The answer must consist of every line in the data that contains "samples".

*Data for processing:*
********

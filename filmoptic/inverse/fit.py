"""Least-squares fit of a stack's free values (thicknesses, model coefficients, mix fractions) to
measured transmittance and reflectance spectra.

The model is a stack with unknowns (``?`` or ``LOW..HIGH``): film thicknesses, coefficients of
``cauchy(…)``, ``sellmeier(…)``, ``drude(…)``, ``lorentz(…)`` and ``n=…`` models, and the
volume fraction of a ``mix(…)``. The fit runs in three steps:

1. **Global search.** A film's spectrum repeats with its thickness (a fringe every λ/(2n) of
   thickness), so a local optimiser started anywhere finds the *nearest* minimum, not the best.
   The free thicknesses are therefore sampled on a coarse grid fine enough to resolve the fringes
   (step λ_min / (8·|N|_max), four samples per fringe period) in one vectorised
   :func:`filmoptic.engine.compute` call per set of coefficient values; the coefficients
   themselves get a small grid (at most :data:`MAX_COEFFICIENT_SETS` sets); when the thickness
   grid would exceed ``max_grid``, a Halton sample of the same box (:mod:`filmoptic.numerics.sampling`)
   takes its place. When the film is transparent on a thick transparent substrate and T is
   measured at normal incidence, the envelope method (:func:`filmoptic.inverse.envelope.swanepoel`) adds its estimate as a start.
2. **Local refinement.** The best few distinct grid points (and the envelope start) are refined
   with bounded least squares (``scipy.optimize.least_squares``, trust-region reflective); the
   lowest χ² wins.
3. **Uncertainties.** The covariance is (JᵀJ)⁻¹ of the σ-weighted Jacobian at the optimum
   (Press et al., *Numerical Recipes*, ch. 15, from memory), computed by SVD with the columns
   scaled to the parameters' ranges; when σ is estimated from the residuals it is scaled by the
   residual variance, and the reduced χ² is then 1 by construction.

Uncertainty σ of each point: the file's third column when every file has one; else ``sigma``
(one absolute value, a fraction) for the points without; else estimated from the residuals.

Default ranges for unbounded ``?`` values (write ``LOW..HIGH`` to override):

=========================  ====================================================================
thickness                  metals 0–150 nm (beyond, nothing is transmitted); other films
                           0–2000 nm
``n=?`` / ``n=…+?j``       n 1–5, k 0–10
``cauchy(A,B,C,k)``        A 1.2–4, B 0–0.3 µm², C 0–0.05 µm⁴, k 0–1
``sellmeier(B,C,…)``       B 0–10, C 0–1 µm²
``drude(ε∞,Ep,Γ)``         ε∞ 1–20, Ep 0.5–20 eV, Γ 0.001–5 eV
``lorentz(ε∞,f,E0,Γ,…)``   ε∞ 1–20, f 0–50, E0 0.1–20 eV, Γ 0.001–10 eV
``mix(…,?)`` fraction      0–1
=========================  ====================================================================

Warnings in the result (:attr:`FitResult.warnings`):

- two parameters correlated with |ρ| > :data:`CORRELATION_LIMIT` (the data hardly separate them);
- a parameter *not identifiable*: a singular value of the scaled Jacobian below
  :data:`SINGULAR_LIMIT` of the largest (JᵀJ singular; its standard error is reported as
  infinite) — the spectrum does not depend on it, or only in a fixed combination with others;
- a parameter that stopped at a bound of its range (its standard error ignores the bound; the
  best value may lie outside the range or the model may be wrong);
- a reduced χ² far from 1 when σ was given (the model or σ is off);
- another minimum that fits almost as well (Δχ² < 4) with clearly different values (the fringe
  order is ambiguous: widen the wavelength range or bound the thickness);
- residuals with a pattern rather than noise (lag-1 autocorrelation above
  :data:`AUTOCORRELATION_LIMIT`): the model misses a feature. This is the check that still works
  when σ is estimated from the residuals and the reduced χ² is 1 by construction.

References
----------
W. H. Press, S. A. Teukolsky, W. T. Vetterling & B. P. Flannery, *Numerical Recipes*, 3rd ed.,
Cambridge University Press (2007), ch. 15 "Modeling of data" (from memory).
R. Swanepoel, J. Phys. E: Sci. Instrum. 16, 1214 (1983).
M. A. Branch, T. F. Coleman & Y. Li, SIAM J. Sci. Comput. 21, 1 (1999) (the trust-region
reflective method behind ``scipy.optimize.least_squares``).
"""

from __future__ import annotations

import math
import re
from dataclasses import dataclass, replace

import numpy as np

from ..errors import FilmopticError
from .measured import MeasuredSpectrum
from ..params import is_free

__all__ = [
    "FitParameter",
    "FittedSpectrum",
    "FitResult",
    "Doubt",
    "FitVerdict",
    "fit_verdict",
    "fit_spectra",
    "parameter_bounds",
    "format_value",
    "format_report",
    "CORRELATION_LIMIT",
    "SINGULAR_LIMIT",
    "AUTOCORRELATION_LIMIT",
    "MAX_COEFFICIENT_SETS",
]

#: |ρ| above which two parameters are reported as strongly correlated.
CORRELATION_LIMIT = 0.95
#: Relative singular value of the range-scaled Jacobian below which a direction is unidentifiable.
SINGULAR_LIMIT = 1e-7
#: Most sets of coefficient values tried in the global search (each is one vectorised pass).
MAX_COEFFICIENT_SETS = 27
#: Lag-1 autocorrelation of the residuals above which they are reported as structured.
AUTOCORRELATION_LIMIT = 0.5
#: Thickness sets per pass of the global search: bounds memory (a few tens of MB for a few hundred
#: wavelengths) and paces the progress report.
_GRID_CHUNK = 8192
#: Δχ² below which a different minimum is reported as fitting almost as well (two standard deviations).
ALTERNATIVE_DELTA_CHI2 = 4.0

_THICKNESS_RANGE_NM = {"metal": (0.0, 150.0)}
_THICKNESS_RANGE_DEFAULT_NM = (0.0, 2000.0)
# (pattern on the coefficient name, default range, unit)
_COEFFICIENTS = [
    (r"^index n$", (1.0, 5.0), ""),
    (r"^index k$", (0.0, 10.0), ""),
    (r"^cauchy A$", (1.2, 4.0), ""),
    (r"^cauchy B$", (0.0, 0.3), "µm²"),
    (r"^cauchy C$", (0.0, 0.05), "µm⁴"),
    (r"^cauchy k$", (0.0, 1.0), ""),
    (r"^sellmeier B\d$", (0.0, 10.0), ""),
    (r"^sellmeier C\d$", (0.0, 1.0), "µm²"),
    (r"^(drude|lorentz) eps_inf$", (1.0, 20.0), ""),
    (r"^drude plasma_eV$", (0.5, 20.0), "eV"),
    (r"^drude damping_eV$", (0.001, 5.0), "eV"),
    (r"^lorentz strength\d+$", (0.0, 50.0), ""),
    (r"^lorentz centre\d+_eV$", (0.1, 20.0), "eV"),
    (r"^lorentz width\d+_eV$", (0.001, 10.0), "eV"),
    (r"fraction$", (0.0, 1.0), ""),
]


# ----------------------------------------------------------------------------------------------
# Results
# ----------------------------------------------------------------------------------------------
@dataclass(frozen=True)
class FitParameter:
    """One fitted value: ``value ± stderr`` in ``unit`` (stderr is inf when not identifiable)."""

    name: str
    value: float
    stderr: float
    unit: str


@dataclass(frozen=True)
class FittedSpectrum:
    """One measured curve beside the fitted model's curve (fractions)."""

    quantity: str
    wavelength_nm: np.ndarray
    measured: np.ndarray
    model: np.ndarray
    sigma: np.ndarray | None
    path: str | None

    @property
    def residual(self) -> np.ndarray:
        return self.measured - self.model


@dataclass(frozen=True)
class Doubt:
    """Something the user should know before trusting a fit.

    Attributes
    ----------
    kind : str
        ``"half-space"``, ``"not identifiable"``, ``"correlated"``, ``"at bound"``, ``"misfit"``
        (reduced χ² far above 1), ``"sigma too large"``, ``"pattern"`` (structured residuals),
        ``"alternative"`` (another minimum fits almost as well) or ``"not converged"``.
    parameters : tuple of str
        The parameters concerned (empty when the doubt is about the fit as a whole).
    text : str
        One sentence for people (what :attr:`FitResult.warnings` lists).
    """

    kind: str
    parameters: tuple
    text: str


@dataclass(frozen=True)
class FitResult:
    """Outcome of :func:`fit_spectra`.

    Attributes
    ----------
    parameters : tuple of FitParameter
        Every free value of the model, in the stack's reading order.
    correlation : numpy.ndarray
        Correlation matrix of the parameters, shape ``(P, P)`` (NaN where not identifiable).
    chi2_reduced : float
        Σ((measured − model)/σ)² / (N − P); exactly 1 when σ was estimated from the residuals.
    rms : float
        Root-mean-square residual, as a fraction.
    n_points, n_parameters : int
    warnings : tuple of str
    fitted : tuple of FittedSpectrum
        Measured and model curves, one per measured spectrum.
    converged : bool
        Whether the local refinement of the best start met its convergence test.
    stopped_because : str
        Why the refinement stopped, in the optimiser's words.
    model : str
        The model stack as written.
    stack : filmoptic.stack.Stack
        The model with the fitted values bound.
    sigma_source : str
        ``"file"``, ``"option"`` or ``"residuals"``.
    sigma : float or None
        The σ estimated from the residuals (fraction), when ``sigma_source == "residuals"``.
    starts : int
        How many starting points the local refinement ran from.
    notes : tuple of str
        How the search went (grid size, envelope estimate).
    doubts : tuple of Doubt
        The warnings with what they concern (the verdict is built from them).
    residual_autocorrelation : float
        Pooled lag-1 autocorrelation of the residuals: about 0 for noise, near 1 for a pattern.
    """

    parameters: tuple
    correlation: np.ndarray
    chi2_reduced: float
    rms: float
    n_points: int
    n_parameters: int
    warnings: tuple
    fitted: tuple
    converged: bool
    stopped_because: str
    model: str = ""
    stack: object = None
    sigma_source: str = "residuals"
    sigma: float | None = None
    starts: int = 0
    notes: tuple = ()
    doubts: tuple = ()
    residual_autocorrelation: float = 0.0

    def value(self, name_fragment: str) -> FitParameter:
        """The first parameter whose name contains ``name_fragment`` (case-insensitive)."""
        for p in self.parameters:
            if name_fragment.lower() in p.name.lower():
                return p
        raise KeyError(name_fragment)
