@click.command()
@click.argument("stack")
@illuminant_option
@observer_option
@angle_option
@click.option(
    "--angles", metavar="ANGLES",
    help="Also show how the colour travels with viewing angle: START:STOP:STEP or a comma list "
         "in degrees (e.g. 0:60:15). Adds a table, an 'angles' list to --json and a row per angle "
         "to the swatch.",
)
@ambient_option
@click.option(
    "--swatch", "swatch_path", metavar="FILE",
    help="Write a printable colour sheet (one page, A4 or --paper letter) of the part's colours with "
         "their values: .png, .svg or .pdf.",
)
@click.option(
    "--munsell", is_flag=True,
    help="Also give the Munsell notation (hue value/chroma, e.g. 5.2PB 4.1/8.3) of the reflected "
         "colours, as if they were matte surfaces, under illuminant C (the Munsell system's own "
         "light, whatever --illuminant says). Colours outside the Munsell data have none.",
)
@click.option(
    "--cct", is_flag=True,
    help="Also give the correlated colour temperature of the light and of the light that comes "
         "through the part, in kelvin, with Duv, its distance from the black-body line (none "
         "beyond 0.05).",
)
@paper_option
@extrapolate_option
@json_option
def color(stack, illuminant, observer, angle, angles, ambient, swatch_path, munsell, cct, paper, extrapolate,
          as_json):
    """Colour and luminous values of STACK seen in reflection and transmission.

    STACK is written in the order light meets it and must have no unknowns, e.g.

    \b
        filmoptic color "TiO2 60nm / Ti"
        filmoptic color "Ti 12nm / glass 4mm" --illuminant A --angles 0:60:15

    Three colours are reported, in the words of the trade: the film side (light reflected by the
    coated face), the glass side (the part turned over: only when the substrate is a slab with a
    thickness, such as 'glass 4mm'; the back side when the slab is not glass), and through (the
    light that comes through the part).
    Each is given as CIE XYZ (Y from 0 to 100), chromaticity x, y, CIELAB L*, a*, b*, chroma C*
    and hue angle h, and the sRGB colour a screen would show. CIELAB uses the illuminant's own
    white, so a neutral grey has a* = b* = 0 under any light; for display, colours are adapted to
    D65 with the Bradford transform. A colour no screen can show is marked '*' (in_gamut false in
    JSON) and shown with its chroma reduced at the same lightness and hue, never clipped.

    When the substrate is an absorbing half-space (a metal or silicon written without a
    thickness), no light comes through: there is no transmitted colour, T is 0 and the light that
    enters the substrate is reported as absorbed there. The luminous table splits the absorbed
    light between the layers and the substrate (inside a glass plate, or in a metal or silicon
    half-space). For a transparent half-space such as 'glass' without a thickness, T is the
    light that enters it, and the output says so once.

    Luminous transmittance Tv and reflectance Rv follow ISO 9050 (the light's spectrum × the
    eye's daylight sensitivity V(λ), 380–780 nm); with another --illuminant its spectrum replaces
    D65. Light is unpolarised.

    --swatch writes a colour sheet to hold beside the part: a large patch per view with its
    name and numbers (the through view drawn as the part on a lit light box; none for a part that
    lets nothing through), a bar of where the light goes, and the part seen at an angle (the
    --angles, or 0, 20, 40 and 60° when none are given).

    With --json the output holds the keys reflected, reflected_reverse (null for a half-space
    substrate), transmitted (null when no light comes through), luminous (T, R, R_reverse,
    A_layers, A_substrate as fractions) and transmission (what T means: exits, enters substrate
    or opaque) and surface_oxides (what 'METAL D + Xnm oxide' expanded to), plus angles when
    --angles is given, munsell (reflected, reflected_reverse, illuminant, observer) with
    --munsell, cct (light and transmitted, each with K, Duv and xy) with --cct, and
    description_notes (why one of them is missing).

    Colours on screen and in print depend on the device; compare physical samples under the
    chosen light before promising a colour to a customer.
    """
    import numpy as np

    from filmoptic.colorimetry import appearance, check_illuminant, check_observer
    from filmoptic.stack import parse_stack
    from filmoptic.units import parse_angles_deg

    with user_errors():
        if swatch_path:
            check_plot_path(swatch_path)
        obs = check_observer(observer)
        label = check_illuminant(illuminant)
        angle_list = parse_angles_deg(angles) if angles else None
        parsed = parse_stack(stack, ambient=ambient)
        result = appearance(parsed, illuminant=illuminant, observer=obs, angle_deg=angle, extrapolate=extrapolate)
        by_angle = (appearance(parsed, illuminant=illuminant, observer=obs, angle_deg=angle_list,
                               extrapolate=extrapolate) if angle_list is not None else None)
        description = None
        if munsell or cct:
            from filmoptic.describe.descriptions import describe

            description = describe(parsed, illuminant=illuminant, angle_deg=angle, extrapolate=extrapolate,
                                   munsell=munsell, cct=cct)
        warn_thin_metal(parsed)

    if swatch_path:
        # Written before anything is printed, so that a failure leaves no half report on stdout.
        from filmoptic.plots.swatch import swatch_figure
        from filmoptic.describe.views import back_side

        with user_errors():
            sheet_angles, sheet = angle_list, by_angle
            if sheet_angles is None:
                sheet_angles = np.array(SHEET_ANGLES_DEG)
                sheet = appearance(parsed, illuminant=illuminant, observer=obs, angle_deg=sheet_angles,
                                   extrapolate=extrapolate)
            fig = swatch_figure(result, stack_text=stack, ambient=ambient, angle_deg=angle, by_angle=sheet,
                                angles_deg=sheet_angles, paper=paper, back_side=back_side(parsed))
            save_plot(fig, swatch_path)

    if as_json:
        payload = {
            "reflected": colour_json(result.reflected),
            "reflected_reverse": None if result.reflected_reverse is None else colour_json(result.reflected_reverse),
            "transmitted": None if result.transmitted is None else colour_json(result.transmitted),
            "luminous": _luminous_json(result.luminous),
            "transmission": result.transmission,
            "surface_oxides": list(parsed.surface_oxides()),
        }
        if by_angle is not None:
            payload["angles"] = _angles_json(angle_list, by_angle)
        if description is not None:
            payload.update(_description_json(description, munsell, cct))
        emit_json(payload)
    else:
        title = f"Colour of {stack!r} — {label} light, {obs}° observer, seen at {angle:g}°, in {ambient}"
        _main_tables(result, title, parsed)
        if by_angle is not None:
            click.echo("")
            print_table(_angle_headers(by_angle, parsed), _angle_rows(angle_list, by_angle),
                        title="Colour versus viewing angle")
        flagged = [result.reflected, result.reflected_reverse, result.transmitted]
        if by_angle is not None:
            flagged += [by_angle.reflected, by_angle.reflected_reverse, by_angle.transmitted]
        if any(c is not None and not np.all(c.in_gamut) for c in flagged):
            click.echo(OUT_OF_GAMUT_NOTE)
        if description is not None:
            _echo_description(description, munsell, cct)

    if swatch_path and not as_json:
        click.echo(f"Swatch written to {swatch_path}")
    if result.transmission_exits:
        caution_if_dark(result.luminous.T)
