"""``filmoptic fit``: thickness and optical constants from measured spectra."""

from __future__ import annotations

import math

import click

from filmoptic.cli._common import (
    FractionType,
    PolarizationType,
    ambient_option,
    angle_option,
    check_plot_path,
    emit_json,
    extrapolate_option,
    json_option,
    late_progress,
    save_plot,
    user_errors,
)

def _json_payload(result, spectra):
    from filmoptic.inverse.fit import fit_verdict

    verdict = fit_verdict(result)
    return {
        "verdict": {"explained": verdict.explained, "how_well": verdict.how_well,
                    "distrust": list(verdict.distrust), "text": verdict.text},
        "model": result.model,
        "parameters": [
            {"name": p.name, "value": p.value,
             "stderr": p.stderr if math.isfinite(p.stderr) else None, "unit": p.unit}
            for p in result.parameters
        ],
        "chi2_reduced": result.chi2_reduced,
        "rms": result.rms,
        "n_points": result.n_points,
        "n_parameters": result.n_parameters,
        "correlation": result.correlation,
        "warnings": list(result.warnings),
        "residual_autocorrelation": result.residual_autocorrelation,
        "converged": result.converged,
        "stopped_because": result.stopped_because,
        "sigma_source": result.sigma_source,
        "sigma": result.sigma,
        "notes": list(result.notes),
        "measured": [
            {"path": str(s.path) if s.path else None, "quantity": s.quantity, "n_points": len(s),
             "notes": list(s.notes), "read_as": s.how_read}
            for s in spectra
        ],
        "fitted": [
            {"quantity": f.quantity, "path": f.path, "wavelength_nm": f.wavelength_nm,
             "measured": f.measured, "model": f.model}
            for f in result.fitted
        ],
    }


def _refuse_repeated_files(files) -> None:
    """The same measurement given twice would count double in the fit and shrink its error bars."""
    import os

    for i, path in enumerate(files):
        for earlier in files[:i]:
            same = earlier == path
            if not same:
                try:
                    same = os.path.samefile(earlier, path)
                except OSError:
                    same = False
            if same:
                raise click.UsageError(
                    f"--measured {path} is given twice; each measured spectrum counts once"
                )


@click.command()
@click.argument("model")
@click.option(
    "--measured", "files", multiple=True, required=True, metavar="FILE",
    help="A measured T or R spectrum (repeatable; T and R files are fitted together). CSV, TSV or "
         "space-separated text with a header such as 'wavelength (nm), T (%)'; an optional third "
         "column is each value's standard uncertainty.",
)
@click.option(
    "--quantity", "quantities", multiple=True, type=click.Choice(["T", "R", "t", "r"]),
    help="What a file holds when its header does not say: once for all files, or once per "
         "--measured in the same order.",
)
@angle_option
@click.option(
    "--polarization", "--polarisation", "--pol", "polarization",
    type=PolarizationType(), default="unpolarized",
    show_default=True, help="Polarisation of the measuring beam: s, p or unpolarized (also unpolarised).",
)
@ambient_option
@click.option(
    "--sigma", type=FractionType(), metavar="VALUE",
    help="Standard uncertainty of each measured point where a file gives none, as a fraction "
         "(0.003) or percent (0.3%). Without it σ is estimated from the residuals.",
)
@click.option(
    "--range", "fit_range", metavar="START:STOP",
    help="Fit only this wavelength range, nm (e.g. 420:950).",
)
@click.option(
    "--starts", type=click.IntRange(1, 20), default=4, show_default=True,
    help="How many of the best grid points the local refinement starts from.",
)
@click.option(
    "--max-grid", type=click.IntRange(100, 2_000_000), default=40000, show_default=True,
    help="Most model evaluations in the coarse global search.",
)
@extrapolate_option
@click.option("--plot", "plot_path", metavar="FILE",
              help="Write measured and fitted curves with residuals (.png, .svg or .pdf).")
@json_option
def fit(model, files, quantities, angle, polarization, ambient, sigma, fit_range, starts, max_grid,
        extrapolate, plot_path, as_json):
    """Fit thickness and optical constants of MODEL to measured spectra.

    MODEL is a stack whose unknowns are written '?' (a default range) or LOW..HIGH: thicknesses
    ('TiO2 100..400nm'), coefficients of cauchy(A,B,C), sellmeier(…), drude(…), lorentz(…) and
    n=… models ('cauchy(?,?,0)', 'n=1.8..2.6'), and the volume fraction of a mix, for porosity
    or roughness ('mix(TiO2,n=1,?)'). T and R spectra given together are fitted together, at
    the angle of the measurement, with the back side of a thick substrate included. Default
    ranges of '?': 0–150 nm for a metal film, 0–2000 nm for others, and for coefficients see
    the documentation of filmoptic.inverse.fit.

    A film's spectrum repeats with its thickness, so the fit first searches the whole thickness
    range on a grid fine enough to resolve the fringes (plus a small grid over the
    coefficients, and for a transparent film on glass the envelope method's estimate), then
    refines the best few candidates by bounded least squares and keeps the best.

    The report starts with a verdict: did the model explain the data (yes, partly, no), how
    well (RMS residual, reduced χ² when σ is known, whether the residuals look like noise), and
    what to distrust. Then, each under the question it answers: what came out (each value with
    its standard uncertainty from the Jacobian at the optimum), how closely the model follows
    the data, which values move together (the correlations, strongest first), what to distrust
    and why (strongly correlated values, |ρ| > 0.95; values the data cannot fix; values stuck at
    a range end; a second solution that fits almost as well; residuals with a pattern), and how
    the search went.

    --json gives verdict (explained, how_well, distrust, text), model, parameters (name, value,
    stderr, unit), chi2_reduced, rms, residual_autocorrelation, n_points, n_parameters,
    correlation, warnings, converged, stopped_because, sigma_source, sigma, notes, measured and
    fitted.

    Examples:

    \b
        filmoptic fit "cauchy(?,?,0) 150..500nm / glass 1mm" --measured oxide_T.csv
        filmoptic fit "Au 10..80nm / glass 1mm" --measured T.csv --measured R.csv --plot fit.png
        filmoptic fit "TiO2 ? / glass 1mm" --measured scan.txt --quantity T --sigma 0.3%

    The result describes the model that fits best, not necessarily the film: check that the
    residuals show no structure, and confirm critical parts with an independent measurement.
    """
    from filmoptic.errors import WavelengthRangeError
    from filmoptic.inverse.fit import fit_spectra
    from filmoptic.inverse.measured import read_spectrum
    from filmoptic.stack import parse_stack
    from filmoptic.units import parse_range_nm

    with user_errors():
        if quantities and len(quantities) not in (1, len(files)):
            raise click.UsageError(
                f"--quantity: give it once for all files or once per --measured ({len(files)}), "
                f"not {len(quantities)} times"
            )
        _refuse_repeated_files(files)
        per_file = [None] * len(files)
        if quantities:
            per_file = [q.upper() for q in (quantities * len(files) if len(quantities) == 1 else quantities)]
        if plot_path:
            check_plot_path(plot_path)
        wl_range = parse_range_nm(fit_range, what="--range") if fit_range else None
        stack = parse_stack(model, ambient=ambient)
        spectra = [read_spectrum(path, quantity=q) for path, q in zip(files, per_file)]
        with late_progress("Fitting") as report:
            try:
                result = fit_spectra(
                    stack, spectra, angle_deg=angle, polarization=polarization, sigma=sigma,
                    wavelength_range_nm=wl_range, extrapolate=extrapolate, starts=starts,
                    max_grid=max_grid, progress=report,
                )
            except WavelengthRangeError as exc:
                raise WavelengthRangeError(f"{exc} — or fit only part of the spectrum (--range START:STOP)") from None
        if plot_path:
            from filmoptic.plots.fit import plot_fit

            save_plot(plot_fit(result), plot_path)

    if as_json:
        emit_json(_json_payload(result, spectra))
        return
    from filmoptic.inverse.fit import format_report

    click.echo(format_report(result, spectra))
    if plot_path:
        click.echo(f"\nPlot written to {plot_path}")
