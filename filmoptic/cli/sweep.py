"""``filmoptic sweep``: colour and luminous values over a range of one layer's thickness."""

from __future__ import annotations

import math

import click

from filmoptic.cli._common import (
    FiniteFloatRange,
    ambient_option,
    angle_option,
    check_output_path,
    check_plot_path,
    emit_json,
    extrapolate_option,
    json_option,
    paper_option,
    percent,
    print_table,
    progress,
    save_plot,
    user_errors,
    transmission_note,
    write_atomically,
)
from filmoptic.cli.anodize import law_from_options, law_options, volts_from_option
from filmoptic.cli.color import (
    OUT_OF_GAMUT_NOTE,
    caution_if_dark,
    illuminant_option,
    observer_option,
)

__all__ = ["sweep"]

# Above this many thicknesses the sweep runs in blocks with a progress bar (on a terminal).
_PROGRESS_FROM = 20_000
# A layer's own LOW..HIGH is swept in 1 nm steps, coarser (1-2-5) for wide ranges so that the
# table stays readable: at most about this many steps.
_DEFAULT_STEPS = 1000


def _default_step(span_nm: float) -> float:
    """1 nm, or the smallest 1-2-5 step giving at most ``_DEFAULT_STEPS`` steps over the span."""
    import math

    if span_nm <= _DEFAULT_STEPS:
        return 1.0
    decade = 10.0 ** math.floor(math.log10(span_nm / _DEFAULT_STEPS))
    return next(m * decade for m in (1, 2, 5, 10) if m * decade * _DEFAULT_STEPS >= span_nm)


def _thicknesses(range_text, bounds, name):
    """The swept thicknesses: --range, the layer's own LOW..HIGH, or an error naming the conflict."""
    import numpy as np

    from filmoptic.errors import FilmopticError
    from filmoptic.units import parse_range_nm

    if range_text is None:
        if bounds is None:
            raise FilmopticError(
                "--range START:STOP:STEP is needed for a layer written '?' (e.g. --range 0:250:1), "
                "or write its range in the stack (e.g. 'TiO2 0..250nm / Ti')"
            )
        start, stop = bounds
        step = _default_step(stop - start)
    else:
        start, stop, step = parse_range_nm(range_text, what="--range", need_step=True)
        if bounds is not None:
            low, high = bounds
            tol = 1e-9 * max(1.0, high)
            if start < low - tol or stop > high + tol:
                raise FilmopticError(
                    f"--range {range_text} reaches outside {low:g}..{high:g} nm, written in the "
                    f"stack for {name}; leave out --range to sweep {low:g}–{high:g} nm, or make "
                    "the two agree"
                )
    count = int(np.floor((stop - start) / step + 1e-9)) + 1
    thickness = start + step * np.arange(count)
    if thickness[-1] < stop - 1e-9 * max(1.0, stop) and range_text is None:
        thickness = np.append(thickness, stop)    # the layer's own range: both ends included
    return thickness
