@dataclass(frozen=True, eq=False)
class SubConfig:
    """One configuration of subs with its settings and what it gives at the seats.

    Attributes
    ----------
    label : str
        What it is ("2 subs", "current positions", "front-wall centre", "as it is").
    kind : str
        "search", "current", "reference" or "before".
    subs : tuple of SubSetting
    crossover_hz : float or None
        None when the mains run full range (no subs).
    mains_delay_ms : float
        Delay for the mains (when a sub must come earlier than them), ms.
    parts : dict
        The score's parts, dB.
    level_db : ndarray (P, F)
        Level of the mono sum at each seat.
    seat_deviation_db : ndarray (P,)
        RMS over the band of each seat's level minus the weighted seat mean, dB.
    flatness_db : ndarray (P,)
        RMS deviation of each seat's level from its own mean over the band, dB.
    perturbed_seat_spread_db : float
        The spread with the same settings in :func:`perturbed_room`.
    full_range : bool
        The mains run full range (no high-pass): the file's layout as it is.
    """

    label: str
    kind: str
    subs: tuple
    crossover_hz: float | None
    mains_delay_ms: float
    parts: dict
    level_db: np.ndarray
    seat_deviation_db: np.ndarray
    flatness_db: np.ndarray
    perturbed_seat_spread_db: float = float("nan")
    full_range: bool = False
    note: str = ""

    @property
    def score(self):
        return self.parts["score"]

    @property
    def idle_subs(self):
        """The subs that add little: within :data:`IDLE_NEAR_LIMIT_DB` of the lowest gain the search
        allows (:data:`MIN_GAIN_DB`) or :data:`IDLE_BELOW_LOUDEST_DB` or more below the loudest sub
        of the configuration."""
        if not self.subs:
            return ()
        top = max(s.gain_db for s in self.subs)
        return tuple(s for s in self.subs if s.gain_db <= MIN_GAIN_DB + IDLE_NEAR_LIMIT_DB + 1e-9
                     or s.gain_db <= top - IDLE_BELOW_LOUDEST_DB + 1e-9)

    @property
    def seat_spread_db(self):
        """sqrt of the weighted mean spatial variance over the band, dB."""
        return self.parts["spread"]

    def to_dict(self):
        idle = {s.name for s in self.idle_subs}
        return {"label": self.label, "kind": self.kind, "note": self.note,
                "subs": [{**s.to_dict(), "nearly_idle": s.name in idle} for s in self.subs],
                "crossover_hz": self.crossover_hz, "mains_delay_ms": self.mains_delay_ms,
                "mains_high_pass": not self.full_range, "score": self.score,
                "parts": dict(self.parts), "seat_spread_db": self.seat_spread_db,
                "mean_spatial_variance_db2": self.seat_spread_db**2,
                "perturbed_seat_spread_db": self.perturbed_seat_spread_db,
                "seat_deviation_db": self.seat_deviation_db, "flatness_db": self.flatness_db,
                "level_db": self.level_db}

********

*Output of the exercise:*
   (step λ_min / (8·|N|_max), four samples per fringe period) in one vectorised
    Colours on screen and in print depend on the device; compare physical samples under the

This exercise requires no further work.